Colorado Offers Incentives For I-25 Pedestrian Bridge, Indoor Farm Proposals

Colorado Economic Development Commission members (L to R) Tara Marshall, Denise Brown and Tom Clark listen Thursday to a presentation on a company seeking incentives to grow in the state.

Colorado Offers Incentives For I-25 Pedestrian Bridge, Indoor Farm Proposals

By Ed Sealover  – Reporter, Denver Business Journal

Feb 15, 2018

The Colorado Economic Development Commission on Thursday offered job growth incentive money to a large firm proposing to build a pedestrian bridge across Interstate 25 and another newer business that reported just $300,000 in revenue last year but $185 million cash on hand.

The joint offerings — part of a trio of decisions made by the EDC that involved a combined $8.6 million in incentives aimed at bringing 1,498 new positions to the Denver and Boulder areas — demonstrated an increased willingness to bet on new technologies and companies. EDC members also agreed to give $104,215 to a new documentary film being shot by former Colorado Public Radio arts reporter Corey Jones.

The biggest deal of the three offered Thursday involves an unnamed publicly traded provider of information technology products calling itself “Project 5760” — most proposals get pseudonyms as they are being considered — that is looking to add some 1,300 workers to an existing facility in Arapahoe County.

Those jobs would add to 1,500 employees the company already has in Colorado as part of its 18,000-person global workforce and would pay an average of $79,150 annually, said Rebecca Gillis, a global business manager for the Colorado Office of Economic Development and International Trade.

In addition to growing its local worker base substantially, the company said it would construct a $10 million pedestrian bridge across I-25 near Dry Creek Road to allow its workers to park and cross the highway. EDC member Tom Clark, the former executive director of the Metro Denver Economic Development Corp., said such an offer by a company was “extraordinary.”

Still, EDC members Tara Marshall and Denise Brown balked at the proposed offering of $4.55 million in strategic-fund money to the company. The two said the total represents most of the $5 million OEDIT receives annually from the Colorado Legislature for that specific fund and would mean that the office would have to curtail its pipeline of other opportunities.

Marshall’s counter-proposal to offer just $3.25 million instead — a figure representing $2,500 per job — was rejected by the commission. Instead, the commission OK'd the $4.55 million in incentives after company officials at the meeting hinted that any reduction in funding likely would mean they would expand instead in Nevada.

“This company has been a strong job creator in the past,” argued Sam Bailey, vice president of the Metro Denver EDC. “This is a highly competitive project, and the competing state is highly skilled competition with the resources to secure a project like this.”

The commission was unanimous in offering $1.02 million in job-growth incentive tax credits to a five-year-old agricultural technology company headquartered in San Francisco company behind “Project Peach.” The unidentified company is looking to build its first full-scale indoor farm where it would harvest food year-round largely for the local market and would hire 43 people at an average annual wage of $84,167.
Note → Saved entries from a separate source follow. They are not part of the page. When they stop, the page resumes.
/**
 * The data model every source reduces to: a cube of counts. One streaming pass over a file adds each row into the
 * cell for its combination of dimension values; rows are never kept, so memory grows with the number of distinct
 * groups, not the number of rows.
 *
 * - summary sources: each row is already a group (respondents, agreeing, optional population). Dimensions are every
 *   column that is not a measure column. Two rows with the same dimension values are a duplicate error.
 * - respondents sources: each row is a person; each answer column (question) contributes to the cell for
 *   (the row's dimension values, question code). A valid answer adds 1 to n, and 1 to agree when it is an agree code.
 *   Dimensions are only the columns the claims refer to (so a respondent id column does not explode the cube), plus
 *   the question column.
 */

export interface Cell {
  /** Dimension values, as text exactly as in the file (numbers written without trailing zeros). */
  dims: Record<string, string>;
  /** Number who answered (the base). */
  n: number;
  /** Number who agreed. */
  agree: number;
  /** Number eligible, when the source has a population column (summed over rows). */
  population?: number;
  /** True when agree was derived from a rounded percentage. */
  approximate: boolean;
  /** First data row (1-based, as numbered in the file) that contributed to this cell. */
  firstRow: number;
  /** respondents sources: how many valid answers had each code (code as text -> count), for mean scores and ranks. */
  codes?: Record<string, number>;
  /** respondents sources: answers coded "not applicable" (left out of n), where any. */
  notApplicable?: number;
  /** respondents sources: blank answers in rows that answered something else (left out of n), where any. */
  blank?: number;
  /** summary sources: per numeric column, the sum of value × respondents and the sum of respondents weighted. */
  numeric?: Record<string, { weightedSum: number; weight: number }>;
  /** summary sources: true when the row's counts were withheld in the release (a marker such as "*" or "[c]"); n and agree are 0. */
  suppressed?: true;
  /** summary sources: true when the row's number eligible was withheld (its counts are used, its population is not known). */
  populationSuppressed?: true;
}

/** Where a source's table ended and what followed it (see src/data/table.ts). */
export interface TableEnd {
  /** Last row of the table (1-based, as numbered in the file). */
  lastRow: number;
  /** Non-blank rows below the table, read as notes. */
  noteRows: number;
  /** Row number of the first note. */
  firstNoteRow: number;
  /** The first note's text, shortened. */
  firstNote: string;
  /** 'detected' when found after a blank row, 'source' when set by last_row. */
  by: 'detected' | 'source';
}

export interface Cube {
  sourceId: string;
  /** File as written in the claims file. */
  file: string;
  /** SHA-256 of the file's bytes, hex. */
  sha256: string;
  /** Data rows read (not counting header and blank rows). */
  rows: number;
  /** Dimension column names in the cube. */
  dimensions: string[];
  cells: Cell[];
  /** Distinct values seen per dimension (for checks and suggestions). */
  values: Record<string, string[]>;
  /** True when any cell's agree count came from a rounded percentage. */
  approximate: boolean;
  /** True when the source has a population column. */
  hasPopulation: boolean;
  /** Worksheet read, for XLSX sources. */
  sheet?: string;
  /** Plain-words notes on how the data were read (e.g. a percent column read as fractions), for the pack. */
  notes?: string[];
  /** summary sources: the numeric columns read (SourceSpec.numeric), each present in every cell's `numeric`. */
  numericColumns?: string[];
  /** respondents sources: true, and every cell carries `codes`. */
  hasCodes?: boolean;
  /** respondents sources: the name the question codes appear under (SourceSpec.questionColumn). */
  questionColumn?: string;
  /** summary sources: rows whose counts were withheld in the release (cells with `suppressed`), when any. */
  suppressedRows?: number;
  /** The markers read as suppressed in this source, with how many cells held each, when any. */
  suppressedMarkers?: Record<string, number>;
  /** Footnote markers read after numbers ("120*"), each with how many cells and the first cell's text and row. */
  footnotes?: Array<{ marker: string; cells: number; example: string; row: number }>;
  /** Set when rows below the table were read as notes (or the source set the table's last row). */
  tableEnd?: TableEnd;
  /** 2 when the header spans two rows. */
  headerRows?: 2;
  /** Wording for columns from a second header row (codes above wording), by column name. */
  labels?: Record<string, string>;
}

/** Counts pooled over the cells a selection matches (respondent-weighted, never an average of percentages). */
export interface Pooled {
  n: number;
  agree: number;
  population?: number;
  approximate: boolean;
  /** Number of cells pooled (suppressed ones included). */
  cells: number;
  /** How many of the cells pooled were suppressed in the release (summary sources; absent when none). */
  suppressed?: number;
  /** Pooled answer-code counts (respondents sources). */
  codes?: Record<string, number>;
  /** Pooled not-applicable and blank answers (respondents sources). */
  notApplicable?: number;
  blank?: number;
  /** Pooled numeric-column sums (summary sources). */
  numeric?: Record<string, { weightedSum: number; weight: number }>;
}
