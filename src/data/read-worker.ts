/**
 * A reading worker (node:worker_threads): tallies a range of a respondent CSV file (tally.ts, tallyRange) while the
 * main thread reads the part before it, and posts the tally back. Started by respondentsCube (cube.ts) for large files.
 */
import { parentPort, workerData } from 'node:worker_threads';
import { tallyRange } from './tally.js';
import type { RangeJob } from './tally.js';

const result = await tallyRange(workerData as RangeJob).catch((e: unknown) => ({ taken: false as const, why: String(e) }));
parentPort!.postMessage(result);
It did not identify where along the Front Range it would locate the facility, as it continues to scout several possible locations, but acknowledged that the Denver area is competing with the Chicago and Atlanta areas.

Commission members stumbled over the fact that the nascent company reported just $300,000 in revenues last year, far less than would be needed normally to secure such a big incentive from the state. But it has a significant amount of deep-pocketed investors and has raised $185 million in private-equity funding already, calming any fears about the state’s investment.

The commission adding a caveat that OEDIT leaders must be allowed to see the company’s full financial statements in the near future.

“If they had a limited amount of cash in the bank, we would not bring this to you with the financials the way they are,” said Jeff Kraft, OEDIT director of business planning and incentives.

Commissioners also unanimously approved the offering of as much as $3.04 million in job-growth incentive tax credits for “Project Destiny,” a publicly traded company headquartered in Louisville that offers a global video subscription service and wants to launch an in-house film studio to generate original content.

The company, which now has 122 workers in Colorado, would hire 155 more at an average annual wage of $101,903 and also is looking at Arizona and Florida as possible locations for the studio, Gillis said.